(GIVEN ENTRIES Opens)

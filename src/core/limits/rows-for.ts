import type { LimitFacts } from './limit-facts.ts';
import type { Designation, LimitProduct, LimitRow } from './limit-row.ts';
import { LIMIT_ROWS } from './limit-rows.ts';
import { REGIONS, type Region } from './region.ts';

/** Sugar in g/L above which no wine is called dry (from memory: the most that the label rules of the EU and UK let pass). */
const NEVER_DRY_ABOVE_g_L = 9;

/** Found once, as every dose asks for them. */
const ROWS_OF: ReadonlyMap<Region, readonly LimitRow[]> = new Map(
  REGIONS.map((region) => [
    region,
    LIMIT_ROWS.filter((row) => row.region === region || (region === 'ca-qc' && row.region === 'ca')),
  ]),
);

/**
 * The rows of a market that a wine may fall under by what it is, whatever its sugar and colour: in force or not.
 *
 * @param region Quebec has a row of its own for cider, and for the rest those of Canada
 *
 * @example
 * ```ts
 * rowsOfRegion('hk').map((row) => row.id) // => ['hk']
 * ```
 */
export function rowsOfRegion(region: Region): readonly LimitRow[] {
  return ROWS_OF.get(region) ?? [];
}

/**
 * What kind of drink a wine is in the table: one kind, or both of sparkling wine where nobody said which.
 *
 * @example
 * ```ts
 * productsOf({}) // => ['still']
 * productsOf({ category: 'sparkling' }) // => ['quality-sparkling', 'other-sparkling']
 * ```
 */
export function productsOf({ product, category, quality }: LimitFacts): readonly LimitProduct[] {
  if (product !== undefined) return [product];
  if (category === 'fortified') return ['fortified'];
  if (category !== 'sparkling') return ['still'];
  if (quality === undefined) return ['quality-sparkling', 'other-sparkling'];
  return [quality ? 'quality-sparkling' : 'other-sparkling'];
}

/** Whether somebody said what opens a row. A class of sweet wines is never inferred. */
function isOpen(designation: Designation, facts: LimitFacts): boolean {
  const isSweet = facts.category === 'sweet';
  const isNotDry = isSweet || (facts.sugar_g_L ?? 0) > NEVER_DRY_ABOVE_g_L;
  switch (designation) {
    case 'sweet-300':
    case 'sweet-350':
    case 'sweet-400':
      return designation === `sweet-${facts.designated_mg_L}`;
    case 'national-pdo':
      return facts.pdo === true;
    case 'national-pdo-dry':
      return facts.pdo === true && !isNotDry;
    case 'national-pdo-other':
      return facts.pdo === true && isNotDry;
    case 'dry':
      return !isSweet;
    case 'sweet':
      return isSweet;
    case 'bulk-export':
      return facts.bulk === true;
    case 'made-with-organic':
      return facts.organic === 'made-with';
  }
}

/**
 * The rows in force that a wine falls under by market, kind, colour, what was said of it, and organic or not; its sugar
 * is not looked at yet. Where rows have been opened by what was said, they stand in place of the ordinary ones.
 *
 * @param facts as said; unknown colour takes rows of every colour
 *
 * @example
 * ```ts
 * rowsFor({ region: 'eu', style: 'red' }).map((row) => row.id) // => ['eu-red-dry', 'eu-red-5']
 * rowsFor({ region: 'eu', style: 'red', designated_mg_L: 300 }).map((row) => row.id) // => ['eu-red-dry', 'eu-red-5', 'eu-desig-300']
 * ```
 */
export function rowsFor(facts: LimitFacts): readonly LimitRow[] {
  const { region = 'oiv', style, organic = false } = facts;
  const kinds = productsOf(facts);
  const inForce = rowsOfRegion(region).filter(({ status, of }) => status === 'in-force' && of !== 'added');
  const isOrganicHere = organic !== false && inForce.some((row) => hasOrganicFor(row, organic));
  return inForce.filter(
    (row) =>
      row.products.some((product) => kinds.includes(product)) &&
      (style === undefined || row.styles === undefined || row.styles.includes(style)) &&
      (row.organic ?? false) === isOrganicHere &&
      (row.designation === undefined || isOpen(row.designation, facts)),
  );
}

/** A row for wine "made with organic grapes" is none for organic wine. */
function hasOrganicFor(row: LimitRow, organic: true | 'made-with'): boolean {
  return row.organic === true && (row.designation !== 'made-with-organic' || organic === 'made-with');
}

(GIVEN ENTRIES Closes)

▶ ABOUT THIS EXERCISE: Only the lines from the top of the data through the line that contains "REGIONS, type Region" should be quoted, exactly as they stand.

▶ EXERCISE RESPONSE:
filename src/core/limits/rows-for.ts
import type { LimitFacts } from './limit-facts.ts';
import type { Designation, LimitProduct, LimitRow } from './limit-row.ts';
import { LIMIT_ROWS } from './limit-rows.ts';
import { REGIONS, type Region } from './region.ts';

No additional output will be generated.